San Onofre Steam Generator Tubes

The San Onofre Units 2 and 3 steam generators have performed relatively well
through the first 15 years of operation, with low rates of ongoing steam
generator tube degradation. However, during the Unit 2 scheduled refueling and
inspection outage in 1997, an increased rate of tube degradation was identified,
which resulted in the removal of more tubes from service than had been expected.
The steam generator design allows for the removal of up to 10% of the tubes
before the rated capacity of the unit must be reduced. As a result of the
increased degradation, a mid-cycle inspection outage was conducted in early 1998
for Unit 2. Continued degradation was found during this inspection. A favorable
or decreasing trend in degradation was observed during inspection in the
scheduled refueling outage in January 1999. The results of the January 1999
inspection are being analyzed to determine if there is a need for a mid-cycle
inspection outage in early 2000. With the results from the January 1999 outage,
7.5% of the tubes have now been removed from service. In September 1998, San
Onofre Unit 2 experienced a small amount of leakage from a steam generator tube
plug which required an 11-day outage to repair.

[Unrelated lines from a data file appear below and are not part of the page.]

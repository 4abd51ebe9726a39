//! The text twin of a tree: the same nodes as a list, with the keys of a tree. Only the rows in
//! view are in the document.

use std::collections::BTreeSet;

use record::event::NodeNumber;
use record::message::RivalReport;
use report::number::{of, short};
use wasm_bindgen::JsCast;
use web_sys::{HtmlElement, HtmlInputElement};
use yew::prelude::*;

use crate::browser::run::TreeCell;
use crate::state::find::{Wanted, next};
use crate::state::outline::{Row, rows};
use crate::state::pointer::Shared;
use crate::state::tree::Tree;
use crate::state::words::{branching, node_state};
use crate::view::inspector::focus_inspector;
use crate::view::scene::Folded;

/// Height of a row, as the style sheet has it, and rows in view.
const ROW: i32 = 28;
const VIEW: usize = 10;
/// Rows kept in the document above and below the view.
const SPARE: usize = 4;
/// Deepest indentation.
const DEEPEST: u32 = 12;

#[derive(Properties, PartialEq)]
pub(crate) struct TwinProps {
    pub(crate) tree: TreeCell,
    pub(crate) version: u64,
    pub(crate) made: u32,
    pub(crate) letter: String,
    pub(crate) rival: Option<Shared<RivalReport>>,
    pub(crate) selected: Option<usize>,
    pub(crate) select: Callback<NodeNumber>,
    /// Places of nodes whose subtrees are folded, here and in the drawing.
    pub(crate) folded: Folded,
    pub(crate) fold: Callback<usize>,
}

/// The twin, folded away until it is opened.
#[component]
pub(crate) fn Twin(props: &TwinProps) -> Html {
    let open = use_state_eq(|| false);
    let wanted = use_state_eq(String::new);
    let ontoggle = {
        let open = open.setter();
        Callback::from(move |event: Event| {
            let element: web_sys::Element = event.target_unchecked_into();
            open.set(element.has_attribute("open"));
        })
    };
    let nodes = of(u64::from(props.made), "node");
    html! {
        <details class="folded twin small" data-testid="twin" {ontoggle}>
            <summary>{ format!("{nodes} as a list") }</summary>
            if *open { { find(props, &wanted) } <List ..props.copy() /> }
        </details>
    }
}

impl TwinProps {
    fn copy(&self) -> Self {
        Self {
            tree: self.tree.clone(),
            version: self.version,
            made: self.made,
            letter: self.letter.clone(),
            rival: self.rival.clone(),
            selected: self.selected,
            select: self.select.clone(),
            folded: self.folded.clone(),
            fold: self.fold.clone(),
        }
    }
}

/// A field that finds nodes; each press of Enter or of the button leads to the next one.
fn find(props: &TwinProps, wanted: &UseStateHandle<String>) -> Html {
    let columns = props.rival.as_ref().map_or(&[][..], |rival| rival.column_names.as_slice());
    let places = Wanted::read(wanted).map(|wanted| wanted.places(&props.tree.borrow(), columns));
    let words = places.as_ref().map_or_else(String::new, |places| match places.len() {
        0 => "no node matches".to_owned(),
        1 => "1 node matches".to_owned(),
        some => format!("{} match", of(some as u64, "node")),
    });
    let step = {
        let (select, selected) = (props.select.clone(), props.selected);
        Callback::from(move |()| {
            if let Some(place) = places.as_ref().and_then(|places| next(places, selected)) {
                select.emit(Tree::number(place));
            }
        })
    };
    let oninput = {
        let wanted = wanted.setter();
        Callback::from(move |event: InputEvent| {
            wanted.set(event.target_unchecked_into::<HtmlInputElement>().value());
        })
    };
    let onkeydown = {
        let step = step.clone();
        Callback::from(move |event: KeyboardEvent| {
            if event.key() == "Enter" {
                step.emit(());
            }
        })
    };
    html! {
        <div class="row find">
            <label class="field">
                { "Find" }
                <input
                    type="text" placeholder="17, depth 5, infeasible, x[" value={(**wanted).clone()}
                    spellcheck="false" autocomplete="off" data-testid="find-node" {oninput} {onkeydown}
                />
            </label>
            <button type="button" data-testid="find-next" onclick={step.reform(|_: MouseEvent| ())}>{ "Next" }</button>
            <span class="soft" role="status" data-testid="found">{ words }</span>
        </div>
    }
}

/// What a key does in the list.
#[derive(Debug, PartialEq, Eq)]
enum Move {
    Select(usize),
    Fold(usize),
    Unfold(usize),
    Open,
    Stay,
}

#[component]
fn List(props: &TwinProps) -> Html {
    let frame = use_node_ref();
    let folded = &props.folded;
    let top = use_state_eq(|| 0_usize);
    let key = (props.tree.clone(), props.version, folded.clone());
    let rows = use_memo(key, |(tree, _, folded)| rows(&tree.borrow(), folded));
    let first = top.saturating_sub(SPARE).min(rows.len());
    let last = (*top + VIEW + SPARE).clamp(first, rows.len());
    {
        let frame = frame.clone();
        use_effect_with((first, rows.len() - last), move |&(before, after)| {
            stretch(&frame, before, after);
        });
    }
    {
        let (frame, rows) = (frame.clone(), rows.clone());
        use_effect_with(props.selected, move |selected| {
            if let Some(place) = selected {
                reveal(&frame, &rows, *place);
            }
        });
    }
    let onscroll = {
        let top = top.setter();
        Callback::from(move |event: Event| {
            let element: web_sys::Element = event.target_unchecked_into();
            top.set((element.scroll_top() / ROW).max(0) as usize);
        })
    };
    let onkeydown = {
        let (tree, select, selected) = (props.tree.clone(), props.select.clone(), props.selected);
        let (rows, shut, fold) = (rows.clone(), folded.clone(), props.fold.clone());
        Callback::from(move |event: KeyboardEvent| {
            let step = step(&rows, &tree.borrow(), &shut, selected, &event.key());
            let Some(step) = step else { return };
            event.prevent_default();
            match step {
                Move::Select(place) => select.emit(Tree::number(place)),
                Move::Fold(place) | Move::Unfold(place) => fold.emit(place),
                Move::Open => focus_inspector(),
                Move::Stay => {}
            }
        })
    };
    let active =
        props.selected.filter(|place| rows[first..last].iter().any(|row| row.place == *place));
    let tree = props.tree.borrow();
    html! {
        <div
            ref={frame} class="list" role="tree" tabindex="0" {onscroll} {onkeydown}
            aria-label={format!("Nodes of {}", props.letter)}
            aria-activedescendant={active.map(|place| row_id(&props.letter, place))}
        >
            <div class="before" role="none" />
            for row in rows[first..last].iter() { { item(props, &tree, folded, *row) } }
            <div class="after" role="none" />
        </div>
    }
}

fn row_id(letter: &str, place: usize) -> String {
    format!("node-{letter}-{}", place + 1)
}

fn item(props: &TwinProps, tree: &Tree, folded: &BTreeSet<usize>, row: Row) -> Html {
    let place = row.place;
    let Some(node) = tree.nodes().get(place) else { return Html::default() };
    let chosen = props.selected == Some(place);
    let parent = tree.first_child(place).is_some();
    let expanded = parent.then(|| if folded.contains(&place) { "false" } else { "true" });
    let columns = props.rival.as_ref().map_or(&[][..], |rival| rival.column_names.as_slice());
    let made_by =
        node.branching.as_ref().map_or_else(|| "root".to_owned(), |by| branching(by, columns));
    let bound =
        if node.own_bound { node.stand.map_or_else(String::new, short) } else { String::new() };
    let select = props.select.clone();
    let onclick = Callback::from(move |_: MouseEvent| select.emit(Tree::number(place)));
    html! {
        <div
            key={place} id={row_id(&props.letter, place)} role="treeitem" {onclick}
            class={classes!("item", format!("depth-{}", node.depth.min(DEEPEST)))}
            aria-level={(node.depth + 1).to_string()} aria-setsize={row.siblings.to_string()}
            aria-posinset={row.rank.to_string()} aria-expanded={expanded}
            aria-selected={if chosen { "true" } else { "false" }}
        >
            <span class="by">{ format!("{} {made_by}", place + 1) }</span>
            <span class="soft">{ node_state(node.state) }</span>
            <span class="value">{ bound }</span>
        </div>
    }
}

/// What a key does; `None` for a key that is not for the list.
fn step(
    rows: &[Row],
    tree: &Tree,
    folded: &BTreeSet<usize>,
    selected: Option<usize>,
    key: &str,
) -> Option<Move> {
    let here = selected.and_then(|place| rows.iter().position(|row| row.place == place));
    let select = |index: Option<usize>| {
        index.and_then(|index| rows.get(index)).map_or(Move::Stay, |row| Move::Select(row.place))
    };
    let arrow = key.starts_with("Arrow");
    let Some(here) = here else { return (arrow || key == "Home").then(|| select(Some(0))) };
    let place = rows[here].place;
    let child = tree.first_child(place);
    match key {
        "ArrowDown" => Some(select(Some(here + 1))),
        "ArrowUp" => Some(select(here.checked_sub(1))),
        "Home" => Some(select(Some(0))),
        "End" => Some(select(rows.len().checked_sub(1))),
        "ArrowRight" if folded.contains(&place) => Some(Move::Unfold(place)),
        "ArrowRight" => Some(child.map_or(Move::Stay, Move::Select)),
        "ArrowLeft" if child.is_some() && !folded.contains(&place) => Some(Move::Fold(place)),
        "ArrowLeft" => Some(tree.parent(place).map_or(Move::Stay, Move::Select)),
        "Enter" => Some(Move::Open),
        _ => None,
    }
}

/// Gives the two spacers the height of the rows that are not in the document.
fn stretch(frame: &NodeRef, before: usize, after: usize) {
    let Some(frame) = frame.cast::<HtmlElement>() else { return };
    for (class, rows) in [(".before", before), (".after", after)] {
        let spacer = frame.query_selector(class).ok().flatten();
        if let Some(spacer) = spacer.and_then(|spacer| spacer.dyn_into::<HtmlElement>().ok()) {
            let height = [(rows * ROW as usize).to_string().as_str(), "px"].concat();
            // A spacer without its height leaves the list shorter, not wrong.
            let _ = spacer.style().set_property("height", &height);
        }
    }
}

/// Scrolls the list so that a node's row is in view.
fn reveal(frame: &NodeRef, rows: &[Row], place: usize) {
    let Some(frame) = frame.cast::<HtmlElement>() else { return };
    let Some(index) = rows.iter().position(|row| row.place == place) else { return };
    let (from, height) = (index as i32 * ROW, frame.client_height());
    if from < frame.scroll_top() {
        frame.set_scroll_top(from);
    } else if from + ROW > frame.scroll_top() + height {
        frame.set_scroll_top(from + ROW - height);
    }
}

#[cfg(test)]
mod tests {
    use super::*;
    use crate::state::tree::tests::small;

    fn press(folded: &[usize], selected: Option<usize>, key: &str) -> Option<Move> {
        let tree = small();
        let folded = folded.iter().copied().collect();
        step(&rows(&tree, &folded), &tree, &folded, selected, key)
    }

    #[test]
    fn arrows_follow_the_rows() {
        assert_eq!(press(&[], None, "ArrowDown"), Some(Move::Select(0)));
        assert_eq!(press(&[], Some(0), "ArrowDown"), Some(Move::Select(1)));
        assert_eq!(press(&[], Some(2), "ArrowDown"), Some(Move::Stay));
        assert_eq!(press(&[], Some(1), "End"), Some(Move::Select(2)));
        assert_eq!(press(&[], Some(1), "x"), None);
    }

    #[test]
    fn left_folds_then_goes_to_the_parent() {
        assert_eq!(press(&[], Some(0), "ArrowLeft"), Some(Move::Fold(0)));
        assert_eq!(press(&[0], Some(0), "ArrowLeft"), Some(Move::Stay));
        assert_eq!(press(&[0], Some(0), "ArrowRight"), Some(Move::Unfold(0)));
        assert_eq!(press(&[], Some(2), "ArrowLeft"), Some(Move::Select(0)));
        assert_eq!(press(&[], Some(0), "ArrowRight"), Some(Move::Select(1)));
    }
}
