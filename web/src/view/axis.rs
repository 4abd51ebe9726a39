//! The shared axis over all lanes: ticks, unit, and the best known value.

use report::axis::Axis;
use report::labels::text_width;
use report::number::short;
use yew::prelude::*;

use crate::state::lens::Lens;
use crate::state::span::Span;
use crate::view::map::px;

/// Room at both ends of the axis, so that marks at the ends are whole.
const ROOM: f64 = 14.0;

/// Size of its texts in pixels.
const SIZE: f64 = 12.0;

/// How much wider bold text is.
const BOLD: f64 = 1.12;

/// The x of a value on a drawing of some width.
pub(crate) fn across(axis: &Axis, width: f64, value: f64) -> f64 {
    ROOM + axis.place(value, width - 2.0 * ROOM)
}

/// Pixels of axis a labelled tick wants.
pub(crate) const TICK: f64 = 110.0;

/// The part of an axis in view on a drawing of some width.
pub(crate) fn shown_part(axis: &Axis, part: Option<Span>, width: f64) -> Axis {
    part.map_or(*axis, |part| axis.part(part, (width / TICK) as u32))
}

/// The best value known, and whose it is.
#[derive(Debug, Clone, PartialEq)]
pub(crate) struct Best {
    /// The value.
    pub(crate) value: f64,
    /// "found by C", "given".
    pub(crate) whose: String,
}

#[derive(Properties, PartialEq)]
pub(crate) struct AxisProps {
    pub(crate) axis: Axis,
    pub(crate) width: f64,
    pub(crate) best: Option<Best>,
}

/// The axis.
#[component]
pub(crate) fn AxisView(props: &AxisProps) -> Html {
    let lens = use_context::<UseReducerHandle<Lens>>();
    let part = lens.and_then(|lens| lens.part);
    let width = props.width;
    let axis = &shown_part(&props.axis, part, width);
    let end = px(width - ROOM);
    html! {
        <svg class="axis" width={px(width)} height="44" role="img" aria-label={label(props, axis)}>
            <line class="rule" x1={px(ROOM)} y1="43.5" x2={end} y2="43.5" />
            for tick in axis.ticks() {
                <line class="rule" x1={px(across(axis, width, tick))} y1="38" x2={px(across(axis, width, tick))} y2="44" />
                { tick_label(props, axis, tick) }
            }
            if let Some(best) = &props.best { { best_mark(axis, width, best) } }
        </svg>
    }
}

fn label(props: &AxisProps, axis: &Axis) -> String {
    let (low, high) = (short(axis.low), short(axis.high));
    let best = props.best.as_ref().map_or_else(String::new, |best| {
        format!("; best known value {}, {}", short(best.value), best.whose)
    });
    format!("Shared axis of bounds from {low} to {high}{best}")
}

/// The text of a tick, unless the line of the best value would run through it.
fn tick_label(props: &AxisProps, axis: &Axis, tick: f64) -> Html {
    let width = props.width;
    let text = axis.label(tick);
    let half = text_width(&text, SIZE) / 2.0;
    let x = within(across(axis, width, tick) - half, 2.0 * half, width);
    let best = props.best.as_ref().map(|best| across(axis, width, best.value));
    if best.is_some_and(|best| x - 4.0 < best && best < x + 2.0 * half + 4.0) {
        return Html::default();
    }
    html! { <text class="tick" x={px(x)} y="34">{ text }</text> }
}

fn best_mark(axis: &Axis, width: f64, best: &Best) -> Html {
    let x = across(axis, width, best.value);
    let text = format!("best known {} ({})", short(best.value), best.whose);
    let length = text_width(&text, SIZE) * BOLD;
    let left = within(x - length / 2.0, length, width);
    html! {
        <>
            if in_view(x, width) {
                <line class="best" x1={px(x)} y1="19" x2={px(x)} y2="44" />
            }
            <text class="tick strong" x={px(left)} y="14" data-testid="best">{ text }</text>
        </>
    }
}

/// Whether an x stands on a drawing of some width.
pub(crate) fn in_view(x: f64, width: f64) -> bool {
    (0.0..=width).contains(&x)
}

/// The left end of a text that stays within the width.
fn within(left: f64, length: f64, width: f64) -> f64 {
    let left = if left + length > width { width - length } else { left };
    if left > 0.0 { left } else { 0.0 }
}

During Unit 3's refueling outage, which was completed in July 1997, inspections
of structural supports for steam generator tubes identified several areas where
the thickness of the supports had been reduced, apparently by erosion during
normal plant operation. A follow-up mid-cycle inspection indicated that the
erosion had been stabilized. Additional monitoring inspections were conducted
during the scheduled refueling outage in April 1999. These inspections also
indicated the erosion has stabilized. A complete inspection of the steam
generator tubes was conducted. Results obtained were within expectations. To
date, 5.4% of Unit 3's tubes have been removed from service.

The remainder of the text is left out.